Tasha is planning an expansion of a square flower garden in a city park. If each side of the original garden is increased by 7m the new total area will be 144m^2. Find the length of each side of the original garden.
To solve this problem, we need to follow these steps:
Step 1: Let's assume that the length of each side of the original square garden is "x" meters.
Step 2: Since Tasha plans to increase each side of the garden by 7 meters, the length of each side of the expanded garden will be (x + 7) meters.
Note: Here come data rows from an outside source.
beforeAll(async () => {
  t = await createTestApp();
  const k = t.knex;
  for (const [key, name, kind] of [
    ['brackwater', 'Brackwater Emission Services', 'customer'],
    ['cindervale', 'Cindervale Stack Labs', 'customer'],
    ['duskfield', 'Duskfield Source Testing', 'customer'],
    ['embermoor', 'Embermoor Sampling 100% Crew', 'customer'],
    ['fallowbrook', 'Fallowbrook Review Partners', 'auditing'],
    ['gullhaven', 'Gullhaven Platform Staff', 'platform'],
  ] as const) {
    company.set(key, (await createCompany(k, name, kind)).id);
  }
  // Created one after another, a day apart, so "created" sorts in this order.
  for (const [i, key] of ['brackwater', 'cindervale', 'duskfield', 'embermoor', 'fallowbrook', 'gullhaven'].entries()) {
    await k('companies').where({ id: company.get(key) }).update({ created_at: ago(24 * (10 - i)) });
  }

  // Paid up, every seat taken and one person waiting.
  await subscribe(company.get('brackwater')!, { customer: 'cus_brackwater', status: 'active', interval: 'month', quantity: 2, periodEnd: ago(-20 * 24) });
  const brackAdmin = await addMember(company.get('brackwater')!, 'Orla Brackwater-Finch', ['admin'], 'assigned');
  const brackManager = await addMember(company.get('brackwater')!, 'Teodor Quillane', ['manager'], 'none');
  const brackCrew = await addMember(company.get('brackwater')!, 'Wynn Ashcombe', ['crew'], 'assigned');
  await addMember(company.get('brackwater')!, 'Isaura Penhallow', ['crew'], 'queued');
  // Cancelled at the end of a period that is already over: no seats, though the status still reads active.
  await subscribe(company.get('cindervale')!, { customer: 'cus_cindervale', status: 'active', interval: 'year', quantity: 4, periodEnd: ago(48), cancelAtPeriodEnd: true });
  const cinderAdmin = await addMember(company.get('cindervale')!, 'Merrit Oakhanger', ['admin'], 'assigned');
  await subscribe(company.get('duskfield')!, { customer: 'cus_duskfield', status: 'past_due', interval: 'month', quantity: 3, periodEnd: ago(-5 * 24) });
  const duskAdmin = await addMember(company.get('duskfield')!, 'Sabeline Roke', ['admin'], 'none');
  const emberAdmin = await addMember(company.get('embermoor')!, 'Caspian Thirlby', ['admin'], 'none');
  const auditor = await createUser(k, { companyId: company.get('fallowbrook')!, roles: ['auditor'], name: 'Hesper Vantongeren' });
  const op = await createUser(k, { companyId: company.get('gullhaven')!, roles: ['operator'], name: 'Lorcan Mistry-Hale' });

  operator = await signedIn(t.app, op.email, op.password);
  for (const [key, user] of [['brackwater', brackAdmin], ['cindervale', cinderAdmin], ['duskfield', duskAdmin], ['embermoor', emberAdmin]] as const) {
    admins.set(key, await signedIn(t.app, user.email, user.password));
  }
  others.set('admin', admins.get('brackwater')!);
  others.set('manager', await signedIn(t.app, brackManager.email, brackManager.password));
  others.set('crew', await signedIn(t.app, brackCrew.email, brackCrew.password));
  others.set('auditor', await signedIn(t.app, auditor.email, auditor.password));

  // Subscription history of Brackwater, with entries that are not about the subscription mixed in.
  const audit = (companyKey: string, action: string, hoursAgo: number, details: object = {}, actor: string | null = null) =>
    k('audit_log').insert({ company_id: company.get(companyKey), action, at: ago(hoursAgo), details: JSON.stringify(details), actor_user_id: actor });
  await audit('brackwater', 'company.signed-up', 30, { seats: 1 }, brackAdmin.id);
  await audit('brackwater', 'billing.subscription-synced', 29, { status: 'active', quantity: 1, seatsBefore: 0, seatsAfter: 1 });
  await audit('brackwater', 'member.removed', 20, { name: 'Someone Else' }, brackAdmin.id);
  await audit('brackwater', 'billing.seats-changed', 10, { from: 1, to: 2 }, brackAdmin.id);
  await audit('brackwater', 'sign-in', 5, {}, brackAdmin.id);
  await audit('cindervale', 'billing.cancel-requested', 8, {}, cinderAdmin.id);

  // Payment events: applied, failed, waiting, and one received through the webhook service itself.
  await storeEvent({ id: 'evt_brack_invoice', type: 'invoice.paid', createdHoursAgo: 9, customer: 'cus_brackwater', companyId: company.get('brackwater'), state: 'processed' });
  for (let i = 1; i <= 5; i++) {
    await storeEvent({ id: `evt_cinder_checkout_${i}`, type: 'checkout.session.completed', createdHoursAgo: 20 + i, customer: 'cus_cindervale', companyId: company.get('cindervale'), state: 'processed' });
  }
  failedPayload = await storeEvent({ id: 'evt_dusk_failed', type: 'customer.subscription.updated', createdHoursAgo: 3, customer: 'cus_duskfield', state: 'failed', error: 'The payment service did not answer in time.' });
  await storeEvent({ id: 'evt_stranger_waiting', type: 'invoice.paid', createdHoursAgo: 1, customer: 'cus_nobody_we_know', state: 'pending' });
  const customerUpdated = {
    id: 'evt_brack_customer_updated', object: 'event', type: 'customer.updated', created: Math.floor(ago(2).getTime() / 1000),
    data: { object: { id: 'cus_brackwater', object: 'customer', email: 'accounts@brackwater.example' } },
  } as unknown as Stripe.Event;
  expect(await receiveEvent(t.ctx, customerUpdated)).toBe('processed');
});
afterAll(() => t?.close());

describe('companies and subscriptions', () => {
  const list = async (query: string) => (await operator.get(`/api/operator/company-subscriptions?${query}`).expect(200)).body as { companies: OperatorCompanyRow[]; total: number; page: number; pageSize: number };

  it('pages through every company without gaps or repeats', async () => {
    const first = await list('pageSize=4&page=1');
    const second = await list('pageSize=4&page=2');
    const beyond = await list('pageSize=4&page=3');
    expect(first.total).toBe(6);
    expect([first.companies.length, second.companies.length, beyond.companies.length]).toEqual([4, 2, 0]);
    expect([...names(first.companies), ...names(second.companies)]).toEqual([
      'Brackwater Emission Services', 'Cindervale Stack Labs', 'Duskfield Source Testing', 'Embermoor Sampling 100% Crew', 'Fallowbrook Review Partners', 'Gullhaven Platform Staff',
    ]);
    expect(first).toMatchObject({ page: 1, pageSize: 4 });
  });

  it('sorts on the server by name, members, period end and creation, both ways', async () => {
    expect(names((await list('sort=name&order=desc')).companies)[0]).toBe('Gullhaven Platform Staff');
    const byMembers = (await list('sort=members&order=desc')).companies;
    expect(byMembers.map((c) => [c.name, c.members])[0]).toEqual(['Brackwater Emission Services', 4]);
    expect(byMembers.slice(1).every((c) => c.members === 1)).toBe(true);
    // Companies without a subscription have no period end and go last, whichever way.
    expect(names((await list('sort=periodEnd&order=asc')).companies)).toEqual([
      'Cindervale Stack Labs', 'Duskfield Source Testing', 'Brackwater Emission Services', 'Embermoor Sampling 100% Crew', 'Fallowbrook Review Partners', 'Gullhaven Platform Staff',
    ]);
    expect(names((await list('sort=periodEnd&order=desc')).companies).slice(0, 3)).toEqual(['Brackwater Emission Services', 'Duskfield Source Testing', 'Cindervale Stack Labs']);
    const newest = (await list('sort=created')).companies;
    expect(names(newest)[0]).toBe('Gullhaven Platform Staff');
    expect(newest.map((c) => c.createdAt)).toEqual([...newest.map((c) => c.createdAt)].sort().reverse());
    expect(names((await list('sort=kind&pageSize=1')).companies)).toEqual(['Fallowbrook Review Partners']);
  });

  it('filters by kind and subscription status, and searches names and payment-service ids', async () => {
    expect(names((await list('kind=auditing')).companies)).toEqual(['Fallowbrook Review Partners']);
    expect((await list('kind=customer')).total).toBe(4);
    expect(names((await list('status=none')).companies)).toEqual(['Embermoor Sampling 100% Crew', 'Fallowbrook Review Partners', 'Gullhaven Platform Staff']);
    expect(names((await list('status=past_due')).companies)).toEqual(['Duskfield Source Testing']);
    expect(names((await list('q=STACK')).companies)).toEqual(['Cindervale Stack Labs']);
    // A percent sign is a letter to look for, not a wildcard.
    expect(names((await list(`q=${encodeURIComponent('%')}`)).companies)).toEqual(['Embermoor Sampling 100% Crew']);
    expect(names((await list('q=cus_duskfield')).companies)).toEqual(['Duskfield Source Testing']);
    expect(names((await list('q=sub_cindervale')).companies)).toEqual(['Cindervale Stack Labs']);
    const none = await list('kind=platform&status=active');
    expect(none).toMatchObject({ total: 0, companies: [] });
  });

  it("shows the same seats and subscription as each company's own billing page", async () => {
    const all = (await list('pageSize=100')).companies;
    for (const [key, agent] of admins) {
      const billing = (await agent.get('/api/billing').expect(200)).body;
      const row = all.find((c) => c.id === company.get(key))!;
      expect(row.seats, key).toEqual(billing.seats);
      if (billing.subscription) {
        const { plan: _plan, ...subscription } = billing.subscription;
        expect(row.subscription, key).toEqual(subscription);
      } else {
        expect(row.subscription, key).toBeNull();
      }
    }
    // The numbers themselves, so a shared mistake would not pass unseen.
    expect(all.find((c) => c.name.startsWith('Brackwater'))).toMatchObject({ members: 4, seats: { total: 2, used: 2, queued: 1 }, subscription: { status: 'active', interval: 'month', cancelAtPeriodEnd: false, inGoodStanding: true } });
    expect(all.find((c) => c.name.startsWith('Cindervale'))).toMatchObject({ seats: { total: 0, used: 1, queued: 0 }, subscription: { status: 'active', cancelAtPeriodEnd: true, inGoodStanding: false } });
    expect(all.find((c) => c.name.startsWith('Duskfield'))).toMatchObject({ seats: { total: 3, used: 0, queued: 0 }, subscription: { status: 'past_due', inGoodStanding: true } });
    expect(all.find((c) => c.name.startsWith('Fallowbrook'))).toMatchObject({ kind: 'auditing', seats: { total: 0, used: 0, queued: 0 }, subscription: null });
  });

  it("shows one company's subscription changes, newest first, and its payment events", async () => {
    const detail = (await operator.get(`/api/operator/company-subscriptions/${company.get('brackwater')}`).expect(200)).body;
    expect(detail.company).toMatchObject({ name: 'Brackwater Emission Services', seats: { total: 2, used: 2, queued: 1 } });
    expect(detail.changes.map((c: { action: string }) => c.action)).toEqual(['billing.seats-changed', 'billing.subscription-synced', 'company.signed-up']);
    expect(detail.changes[0]).toMatchObject({ actorName: 'Orla Brackwater-Finch', details: { from: 1, to: 2 } });
    expect(detail.changes[1].actorName).toBeNull();
    // One applied with the company recorded, one whose company is read from the customer it names.
    expect(detail.events.map((e: PaymentEventRow) => e.id)).toEqual(['evt_brack_customer_updated', 'evt_brack_invoice']);

    const missing = await operator.get('/api/operator/company-subscriptions/6f1d8c2e-3b7a-4c55-9e21-0a4b7d9c1e35');
    expect(missing.status).toBe(404);
    const bad = await operator.get('/api/operator/company-subscriptions/brackwater');
    expect(bad.status).toBe(400);
    expect(fieldsOf(bad)).toEqual(['id']);
  });
});
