interface LockedRow extends ExamRow {
  server_now: Date;
  past_deadline: boolean;
}

/** A 409 that tells the client which attempt is already running, so it can resume it. */
export class ExamInProgressError extends HttpError {
  constructor(public readonly activeAttemptId: string, deadline: Date) {
    super(
      409,
      'exam_in_progress',
      `You already have this exam in progress (it closes at ${clockTime(deadline)}). Resume that attempt; a new one can start once it is submitted or its time runs out.`,
    );
  }
}

const clockTime = (d: Date) => `${d.toISOString().slice(11, 19)} UTC on ${d.toISOString().slice(0, 10)}`;

const timeUp = (row: Pick<ExamRow, 'deadline_at'>, closing?: ClosedSummary) =>
  new HttpError(
    409,
    'exam_time_up',
    `The time for this exam ran out at ${clockTime(row.deadline_at)}; answers sent after that are not accepted.` +
      (closing ? ` The answers saved before then were marked: ${closing.scorePct.toFixed(1)} % (pass mark ${closing.passMarkPct} %).` : ''),
  );

const alreadyClosed = (row: Pick<ExamRow, 'status' | 'closed_at' | 'deadline_at'>) =>
  row.status === 'submitted'
    ? new HttpError(409, 'exam_closed', `This exam attempt was already submitted${row.closed_at ? ` at ${clockTime(row.closed_at)}` : ''}; its result stands.`)
    : new HttpError(409, 'exam_time_up', `The time for this exam ran out at ${clockTime(row.deadline_at)}; it takes no more answers.`);

function templateOf(drillId: string): DrillTemplate {
  const template = getDrillTemplate(drillId);
  // A snapshot names only drills the registry had; a missing one means the code lost a drill.
  if (!template) throw new Error(`Exam question names drill ${drillId}, which the registry no longer has.`);
  return template;
}

/** The row, locked for this transaction, with the database's own idea of now. */
async function lockAttempt(trx: Trx, userId: string, attemptId: string): Promise<LockedRow> {
  const row = await trx('exam_attempts')
    .where({ id: attemptId, user_id: userId })
    .forUpdate()
    .first<LockedRow>('*', trx.raw('clock_timestamp() as server_now'), trx.raw('deadline_at <= clock_timestamp() as past_deadline'));
  if (!row) throw notFound('Exam attempt');
  return row;
}

// Certificates -------------------------------------------------------------------------------

export interface CertificateOutcome {
  /** issued: a certificate stands for this pass; pending: issuing failed and the pass waits for the retry sweep. */
  status: 'issued' | 'pending';
  /** The issuer's own word: issued, renewed, already-issued or already-current. */
  outcome?: IssueOutcome['outcome'];
  number?: string;
  expiresOn?: string;
}

/**
 * THE call site that turns a recorded pass into a certificate, after the closing transaction has
 * committed. The issuer is idempotent and a sweep retries unconsumed passes, so a failure here
 * leaves the pass waiting and never undoes it.
 */
export async function issueCertificate(ctx: AppContext, passId: string): Promise<CertificateOutcome> {
  try {
    const issued = await issueCertificateForPass(ctx, passId);
    return {
      status: 'issued',
      outcome: issued.outcome,
      ...(issued.certificate ? { number: issued.certificate.number, expiresOn: issued.certificate.expiresOn } : {}),
    };
  } catch (err) {
    ctx.logger.error({ err, passId }, 'certificate issue failed; the pass is kept for the retry sweep');
    return { status: 'pending' };
  }
}

// Closing an attempt -------------------------------------------------------------------------

interface QuestionGrade {
  ref: QuestionRef;
  template: DrillTemplate;
  answers: Record<string, string>;
  result: GradeResult;
}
Step 3: The area of a square is given by the formula: Area = side length squared. So, the area of the original garden is x^2 square meters, and the area of the expanded garden is (x + 7)^2 square meters.
Step 4: According to the problem, the new total area of the expanded garden is 144 square meters. So, we can write the equation: (x + 7)^2 = 144.
Step 5: Let's solve this equation to find the value of x.
Expanding the equation:
(x + 7)(x + 7) = 144
(x + 7)(x + 7) = 12^2
Using the FOIL method to multiply:
(x^2 + 7x + 7x + 49) = 144
(x^2 + 14x + 49) = 144
Rearranging the equation:
x^2 + 14x + 49 - 144 = 0
x^2 + 14x - 95 = 0
Step 6: Now, we have a quadratic equation x^2 + 14x - 95 = 0. We can solve this equation using factoring, completing the square, or applying the quadratic formula. Let's use factoring.
Factoring the equation:
(x + 19)(x - 5) = 0
Setting each factor equal to zero:
x + 19 = 0 or x - 5 = 0
Solving for x:
x = -19 or x = 5
Since the length of a side cannot be negative, we can discard x = -19.
Therefore, the length of each side of the original garden is 5 meters.
Ah, expanding the square flower garden, are we? Well, let's put on our gardening gloves and solve this puzzle!
Let's call the length of each side of the original garden 'x' (in meters). If we increase each side by 7 meters, the new length will be 'x + 7'.
Now, the area of the original garden is simply x * x, because it's a square. And the area of the expanded garden is (x + 7) * (x + 7), which we know is equal to 144m².
So, we can set up an equation: x * x + 14x + 49 = 144.
Simplifying that, we have: x² + 14x + 49 - 144 = 0.
Next, we combine like terms: x² + 14x - 95 = 0.
Now, let's solve this quadratic equation to find the length of each side of the original garden. Hmm, solving equations... it's like finding the right punchline to a joke.
After some calculations, we get two possible solutions: x ≈ -17.99 and x ≈ 3.99.
Now, since we can't have a negative length for a side of a garden (that would be quite the peculiar garden, wouldn't it?), we can safely say that x ≈ 3.99 meters.
So, the length of each side of the original garden is approximately 3.99 meters. Happy gardening, Tasha!